# Cd drive opens and closes by itself



## memory

My dad has a Dell 2400 desktop that has 2 IDE cd drives.  For some reason the cd drive on the bottom will open and close constantly by itself.  I have seemed to notice that when it sits for a while with nobody using it, it will not do it but as soon as I start surfing the web, it will start up again.  Even when he first turns the computer on, it will start doing it.  

I have tried changing the jumpers on both cd drives but that didn't work.  I would buy a new cd drive but I have a feeling that will not fix it.  I really want to get this fixed, it is really annoying.


----------



## Hugh9191

Buying a new drive would probably do it.


----------



## cpt.obvious

memory said:


> My dad has a Dell 2400 desktop that has 2 IDE cd drives.  For some reason the cd drive on the bottom will open and close constantly by itself.  I have seemed to notice that when it sits for a while with nobody using it, it will not do it but as soon as I start surfing the web, it will start up again.  Even when he first turns the computer on, it will start doing it.
> 
> I have tried changing the jumpers on both cd drives but that didn't work.  I would buy a new cd drive but I have a feeling that will not fix it.  I really want to get this fixed, it is really annoying.

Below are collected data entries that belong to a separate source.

import numpy as np
import pandas as pd
from flangewise.engine.check import CheckResult, check_pairs
from flangewise.engine.diagrams import segment_diagrams
from flangewise.engine.layout import Layout
from flangewise.engine.members import Members
from flangewise.engine.segments import Segments
from flangewise.postproc import exports
from flangewise.postproc.full_table import write_parquet
from flangewise.postproc.shown_units import ShownUnits
from flangewise.readers.errors import Problem, ProblemList
from flangewise.readers.forces_part import Frame, Partition, model_with, read_partitions
from flangewise.readers.settings import CheckSettings

#: The full table's folder in the results: one Parquet file per task, in the model's order of
#: load combinations (``part-00000.parquet``, ``part-00001.parquet`` ...).
DATASET = "segments.parquet"

#: Where the tasks leave their rows of flagged.csv in the staging folder (removed once joined).
FLAGGED_PARTS = ".flagged-parts"

#: Where the tasks make the folders of links they read partitions through, in the staging folder.
LINKS = ".links"

#: The two runs of pairs of a check, in the order its table lists them: the pairs of the top
#: and "either" segments first, then those of the bottom segments (each in the order of the
#: load combinations, then along the members). Parts are joined in this order.
RUNS = ("first", "second")


@dataclass(frozen=True)
class Shared:
    """What every task shares: built and validated once, sent to each worker once.

    Attributes:
        frame: the model's tables but its forces.
        members: the members.
        segments: the unbraced segments.
        props: section properties and class per section name.
        check: the check settings in force (after ``--method``).
        exact: whether the exact buckling analysis runs (``--no-exact`` switches it off).
        units: the output units.
        root: the forces folder.
        combinations: the load combinations checked, in the model's order.
        scope: the members checked (``--member``); ``None`` for all.
        stage: the run's staging folder, where the tasks write their parts.
        notes: the run's notes for the Parquet files' metadata.
    """

    frame: Frame
    members: Members
    segments: Segments
    props: pd.DataFrame
    check: CheckSettings
    exact: bool
    units: ShownUnits
    root: Path
    combinations: tuple[str, ...]
    scope: tuple[str, ...] | None
    stage: Path
    notes: dict[str, str]


@dataclass(frozen=True)
class Task:
    """One task: a few partitions (whole load combinations), checked together.

    Attributes:
        number: the task's place in the model's order of combinations (names its parts).
        parts: the partitions.
    """

    number: int
    parts: tuple[Partition, ...]


@dataclass
class Partial:
    """What one task returns: small whatever the size of its partitions.

    Attributes:
        number: the task's number.
        problems: the input problems found (already located in their files).
        more: problems found beyond those listed.
        present: per partition, the elements with rows there (packed bits; ``None``:
            unreadable), for the rule that spans partitions.
        rows: pairs in the task's part of the full table (0: no part written).
        flagged: pairs in its parts of flagged.csv, per run of :data:`RUNS`.
        governing: each member's governing pair among the task's (full rows).
        counts: :func:`~flangewise.postproc.exports.pair_counts` of the task's pairs.
        exact_with: checked pairs with an exact factor.
        exact_without: checked pairs without one, per exact note (all notes, in their order).
        flags: pairs carrying each flag.
        segments: the segments with pairs (packed bits over the segment rows).
        combinations: the load combinations with pairs.
    """

    number: int
    problems: list[Problem] = field(default_factory=list)
    more: int = 0
    present: list[np.ndarray | None] = field(default_factory=list)
    rows: int = 0
    flagged: tuple[int, int] = (0, 0)
    governing: pd.DataFrame | None = None
    counts: dict[str, int] = field(default_factory=dict)
    exact_with: int = 0
    exact_without: pd.Series | None = None
    flags: dict[str, int] = field(default_factory=dict)
    segments: np.ndarray | None = None
    combinations: list[str] = field(default_factory=list)


class NotWritten(Exception):
    """A part of the results could not be written; the argument is the operating system's word."""


def part_name(number: int) -> str:
    """The file of a task's part of the full table, inside :data:`DATASET`."""
    return f"part-{number:05d}.parquet"


def flagged_name(number: int, run: int) -> str:
    """The file of a task's rows of flagged.csv of one run, inside :data:`FLAGGED_PARTS`."""
    return f"{number:05d}-{run}.csv"


def check_task(shared: Shared, task: Task) -> Partial:
    """Read, validate and check the partitions of ``task``; write its parts; return its partial.

    Problems in the input are returned, not raised: every partition's problems are reported
    together. Nothing is written for a task with a problem.
    """
    problems = ProblemList()
    # The links each partition is read through live in the run's staging folder: removed with
    # it at the end of the run, even when a worker dies while reading.
    links = shared.stage / LINKS
    links.mkdir(exist_ok=True)
    got = read_partitions(shared.frame, shared.root, task.parts, problems, links)
    partial = Partial(task.number, problems.items, problems.more, got.present)
    if problems or got.forces is None:
        return partial
    forces = _selected(got.forces, shared.combinations)
    if forces is None:
        return partial  # validated only: none of its combinations is checked in this run
    model = model_with(shared.frame, forces)
    diagrams = segment_diagrams(model, shared.members, shared.segments)
    layout = Layout(shared.members, shared.segments, diagrams)
    result = CheckResult(
        check_pairs(layout, shared.props, shared.check, exact=shared.exact),
        shared.props,
        layout,
        shared.check,
    )
    del diagrams, layout, forces, model
    if shared.scope is not None:
        result = exports.select_members(result, shared.scope)
    seg = exports.segment_table(result, shared.units)
    del result
    # One order of combinations for every task: the model's (the tie-break's last key).
    seg["combination"] = seg["combination"].cat.set_categories(list(shared.combinations))
    _fill(partial, seg, shared, task.number)
    return partial


def _selected(forces: pd.DataFrame, combinations: Sequence[str]) -> pd.DataFrame | None:
    """The rows of the combinations checked in this run (``None``: none of them)."""
    names = forces["combination"].cat.categories
    wanted = np.isin(np.asarray(names, dtype=object), np.asarray(combinations, dtype=object))
    if wanted.all():
        return forces
    if not wanted.any():
        return None
    keep = wanted[forces["combination"].cat.codes.to_numpy()]
    chosen = forces[keep].reset_index(drop=True)
    chosen["combination"] = chosen["combination"].cat.remove_unused_categories()
    return chosen
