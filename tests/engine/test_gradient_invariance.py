"""Invariance of the moment-gradient factors: properties any correct factor must have.

No published values here: each test states a property that follows from the definitions
(SANS 10162-1:2011, cl. 13.6(a), end-moment ω2; CSA S16-14, cl. 13.6(a), quarter-point ω2;
AISC 360-16, Eq. F1-1, Cb; all from memory) and checks it on seeded random diagrams:

- uniform moment gives 1.0 for every factor (κ = −1; Mmax = Ma = Mb = Mc);
- reversing a run (x → L − x, stations in reverse order) changes nothing: κ uses only the two
  end moments, the quarter-point forms are symmetric in Ma and Mc;
- scaling the diagram by any non-zero factor, negative included, changes nothing: every factor
  is a ratio of moments of one diagram;
- a station added on a straight part of the diagram changes nothing: the diagram between
  stations is taken as straight, so such a station adds no information;
- several runs of different lengths and station counts in one ``Runs`` give the same per-run
  results as each run alone.
"""

from __future__ import annotations

from collections.abc import Callable

import numpy as np
import pytest
from flangewise.engine import gradient

#: The properties are exact in real arithmetic; the code's float operations (interpolation at
#: reversed positions L − x, products of scaled moments) can differ in the last few bits only.
#: 1e-9 is far above that and far below any real change of a factor.
REL = 1.0e-9
REASON = "exact property; only float rounding may differ"

#: Random diagrams per sweep; seeds fixed so a failure repeats.
N_CASES = 200
SEED = 20240611

Diagram = tuple[np.ndarray, np.ndarray, float]


def _runs(*diagrams: Diagram) -> gradient.Runs:
    """Build ``Runs`` from (x [mm], M [N·mm], L [mm]) diagrams, one run each."""
    offsets = np.r_[0, np.cumsum([len(x) for x, _, _ in diagrams])].astype(np.int64)
    return gradient.Runs(
        x=np.concatenate([np.asarray(x, dtype=float) for x, _, _ in diagrams]),
        m=np.concatenate([np.asarray(m, dtype=float) for _, m, _ in diagrams]),
        offsets=offsets,
        length=np.array([length for _, _, length in diagrams], dtype=float),
    )


def _factors(runs: gradient.Runs) -> dict[str, np.ndarray]:
    """Every factor per run: end-moment ω2, quarter-point ω2, Cb, and κ."""
    ends = gradient.end_moment_omega2(runs)
    quarter = gradient.quarter_point_moments(runs)
    return {
        "omega2_end": ends.omega2,
        "kappa": ends.kappa,
        "omega2_qp": gradient.omega2_quarter_point(*quarter),
        "cb": gradient.cb_aisc(*quarter),
    }


def _same(actual: dict[str, np.ndarray], expected: dict[str, np.ndarray], what: str) -> None:
    for name, value in expected.items():
        np.testing.assert_allclose(
            actual[name],
            value,
            rtol=REL,
            atol=1e-12,  # κ may be exactly 0 (one end moment zero)
            equal_nan=True,
            err_msg=f"{name} changed when {what} (rel {REL:g}: {REASON})",
        )


def _random_diagram(rng: np.random.Generator, jumps: bool = True) -> Diagram:
    """A random piecewise-straight diagram: 5 to 30 stations, 3+ of them inside.

    Moments of either sign over several orders of magnitude; sometimes a concentrated moment
    (two stations at one x), sometimes placed exactly on a quarter point.
    """
    length = float(rng.uniform(500.0, 20_000.0))
    n_inside = int(rng.integers(3, 29))
    inside = np.sort(rng.uniform(0.02, 0.98, n_inside)) * length
    if rng.random() < 0.3:  # put one inside station exactly on a quarter point
        inside[rng.integers(n_inside)] = length * rng.choice([0.25, 0.5, 0.75])
        inside = np.sort(inside)
    x = np.r_[0.0, inside, length]
    m = rng.normal(0.0, 1.0, len(x)) * 10.0 ** rng.uniform(4.0, 9.0)
    if jumps and rng.random() < 0.3:  # a concentrated moment: repeat an inside station
        i = int(rng.integers(1, len(x) - 1))
        x = np.insert(x, i + 1, x[i])
        m = np.insert(m, i + 1, m[i] + rng.normal() * abs(m).max())
    return x, m, length


def _sweep(test: Callable[[np.random.Generator], None], seed: int) -> None:
    rng = np.random.default_rng(seed)
    for _ in range(N_CASES):
        test(rng)


# --- Uniform moment ------------------------------------------------------------------------------


def test_uniform_moment_gives_one():
    # SANS 10162-1:2011 cl. 13.6(a): κ = −1 → 1.75 − 1.05 + 0.3 = 1.0; CSA S16-14 cl. 13.6(a):
    # 4M/√(16M²) = 1; AISC 360-16 Eq. F1-1: 12.5M/12.5M = 1 (all from memory).
    def case(rng: np.random.Generator) -> None:
        x, _, length = _random_diagram(rng, jumps=False)
        m0 = rng.choice([-1.0, 1.0]) * 10.0 ** rng.uniform(3.0, 10.0)
        got = _factors(_runs((x, np.full_like(x, m0), length)))
        for name in ("omega2_end", "omega2_qp", "cb"):
            assert got[name][0] == pytest.approx(1.0, rel=REL), (
                f"{name} = {got[name][0]!r} under uniform moment {m0:g} N·mm ({REASON})"
            )

    _sweep(case, SEED)


# --- Reversal ------------------------------------------------------------------------------------


def _reversed(x: np.ndarray, m: np.ndarray, length: float) -> Diagram:
    return length - x[::-1], m[::-1], length


def test_reversal_leaves_every_factor_unchanged():
    def case(rng: np.random.Generator) -> None:
        diagram = _random_diagram(rng)
        _same(_factors(_runs(_reversed(*diagram))), _factors(_runs(diagram)), "run reversed")

    _sweep(case, SEED + 1)


def test_reversal_concentrated_moment_at_a_quarter_point():
    """A jump exactly at the three-quarter point, reversed, lands an ulp off the quarter point.

    L = 4000.3 mm; M = 20 kN·m from the start to 0.75·L, where a concentrated moment lifts it to
    80 kN·m, kept to the end (stations at 0, L/4, L/2, 3L/4 twice, L). Taking the larger side of
    the jump (the rule ``moment_at`` documents), forwards (Mmax, Ma, Mb, Mc) = (80, 20, 20, 80)
    and reversed (80, 80, 20, 20) kN·m: the same factors, by hand
    ω2 = 4·80/√(80² + 4·20² + 7·20² + 4·80²) = 320/√36 400 = 320/190.79 = 1.6773
    (CSA S16-14, cl. 13.6(a), from memory) and
    Cb = 12.5·80/(2.5·80 + 3·20 + 4·20 + 3·80) = 1000/580 = 1.7241 (AISC 360-16, Eq. F1-1).
    Reversed, the jump sits at L − 0.75·L = 1000.0749999999998 mm in floats, while the quarter
    point is 0.25·L = 1000.075 mm: a station position that differs from L·fraction by rounding
    alone must not lose the larger side (a model's positions come from subtractions and unit
    conversions, rarely bit-equal to L·fraction).
    """
    length = 4000.3
    x = length * np.array([0.0, 0.25, 0.5, 0.75, 0.75, 1.0])
    m = np.array([20.0, 20.0, 20.0, 20.0, 80.0, 80.0]) * 1.0e6
    expected = {
        "omega2_qp": np.array([320.0 / np.sqrt(36_400.0)]),  # CSA S16-14, by hand above
        "cb": np.array([1000.0 / 580.0]),  # AISC 360-16 Eq. F1-1, by hand above
    }
    forwards = _factors(_runs((x, m, length)))
    _same({k: forwards[k] for k in expected}, expected, "compared with the hand values (forwards)")
    _same(_factors(_runs(_reversed(x, m, length))), forwards, "the run is reversed")


# --- Scaling -------------------------------------------------------------------------------------


def test_scaling_by_any_nonzero_factor_leaves_every_factor_unchanged():
    def case(rng: np.random.Generator) -> None:
        x, m, length = _random_diagram(rng)
        c = rng.choice([-1.0, 1.0]) * 10.0 ** rng.uniform(-4.0, 4.0)
        _same(_factors(_runs((x, c * m, length))), _factors(_runs((x, m, length))), f"× {c:g}")

    _sweep(case, SEED + 2)


@pytest.mark.parametrize("c", [-1.0, -2.5, 1.0e-6, -1.0e6])
def test_scaling_fixed_factors(c):
    # The same on one fixed diagram, so the sign flip alone (c = −1) is always covered.
    x = np.array([0.0, 1000.0, 2500.0, 3000.0, 4500.0, 6000.0])
    m = np.array([-80.0e6, -20.0e6, 35.0e6, 40.0e6, 10.0e6, 55.0e6])
    _same(_factors(_runs((x, c * m, 6000.0))), _factors(_runs((x, m, 6000.0))), f"× {c:g}")


# --- A station added on a straight part ----------------------------------------------------------


def _with_station(x: np.ndarray, m: np.ndarray, at: float) -> tuple[np.ndarray, np.ndarray]:
    """Insert a station at ``at`` on the straight line between its neighbours."""
    i = int(np.searchsorted(x, at, side="right"))  # x[i - 1] <= at < x[i]
    t = (at - x[i - 1]) / (x[i] - x[i - 1])
    return np.insert(x, i, at), np.insert(m, i, m[i - 1] + t * (m[i] - m[i - 1]))


def test_end_moment_collinear_station_on_a_linear_diagram():
    # A straight diagram (end moments only) with 3+ inside stations; one more station on the
    # line changes neither κ nor ω2 (SANS 10162-1:2011 cl. 13.6(a), from memory).
    def case(rng: np.random.Generator) -> None:
        x, _, length = _random_diagram(rng, jumps=False)
        m_start, m_end = rng.normal(0.0, 1.0, 2) * 10.0 ** rng.uniform(4.0, 9.0)
        m = m_start + (m_end - m_start) * x / length
        at = float(rng.uniform(0.01, 0.99) * length)
        if at in x:
            return
        before = _factors(_runs((x, m, length)))
        after = _factors(_runs((*_with_station(x, m, at), length)))
        _same(after, before, f"a collinear station added at {at:.6g} mm")

    _sweep(case, SEED + 3)


def test_any_factor_station_on_a_straight_stretch():
    # Any piecewise-straight diagram: a station on the straight stretch between two stations
    # changes no factor. Half the time it goes exactly on a quarter point (on the line).
    def case(rng: np.random.Generator) -> None:
        x, m, length = _random_diagram(rng)
        if rng.random() < 0.5:
            at = float(length * rng.choice([0.25, 0.5, 0.75]))
        else:
            at = float(rng.uniform(0.01, 0.99) * length)
        if at in x:
            return
        before = _factors(_runs((x, m, length)))
        after = _factors(_runs((*_with_station(x, m, at), length)))
        _same(after, before, f"a station added on the line at {at:.6g} mm")

    _sweep(case, SEED + 4)


# --- Ragged runs ---------------------------------------------------------------------------------


def _end_result_fields(result: gradient.EndMomentResult, k: int) -> dict[str, np.ndarray]:
    return {
        name: np.asarray(getattr(result, name)[k : k + 1], dtype=float)
        for name in result.__dataclass_fields__
    }


def test_ragged_runs_match_each_run_alone():
    # Several runs of different lengths and station counts (2 stations up to 30, jumps
    # included) in one Runs give, run by run, what each gives alone: every end-moment field,
    # the quarter-point moments and the three factors.
    rng = np.random.default_rng(SEED + 5)
    for _ in range(N_CASES // 10):
        diagrams = [_random_diagram(rng) for _ in range(int(rng.integers(2, 12)))]
        length = float(rng.uniform(500.0, 20_000.0))
        diagrams.append((np.array([0.0, length]), rng.normal(0.0, 1.0e8, 2), length))
        order = rng.permutation(len(diagrams))
        diagrams = [diagrams[i] for i in order]
        runs = _runs(*diagrams)
        together = _factors(runs)
        ends = gradient.end_moment_omega2(runs)
        quarter = gradient.quarter_point_moments(runs)
        for k, diagram in enumerate(diagrams):
            alone_runs = _runs(diagram)
            alone = _factors(alone_runs)
            _same({n: v[k : k + 1] for n, v in together.items()}, alone, f"run {k} in a batch")
            _same(
                _end_result_fields(ends, k),
                _end_result_fields(gradient.end_moment_omega2(alone_runs), 0),
                f"run {k} in a batch (end-moment fields)",
            )
            _same(
                {f"M{i}": q[k : k + 1] for i, q in enumerate(quarter)},
                {f"M{i}": q for i, q in enumerate(gradient.quarter_point_moments(alone_runs))},
                f"run {k} in a batch (Mmax, Ma, Mb, Mc)",
            )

lol it likes the attention. But it sounds like you might need a new one. It also sounds like (not likely) but I heard someone can send you a file than it will open and close you disc drive. I'm not saying that's what it is, I'm just saying it reminds me of that.


----------



## konsole

Is he using Linux?  I tried Ubuntu not too long ago and had a similar problem with the drive closing on its own after I opened it.


----------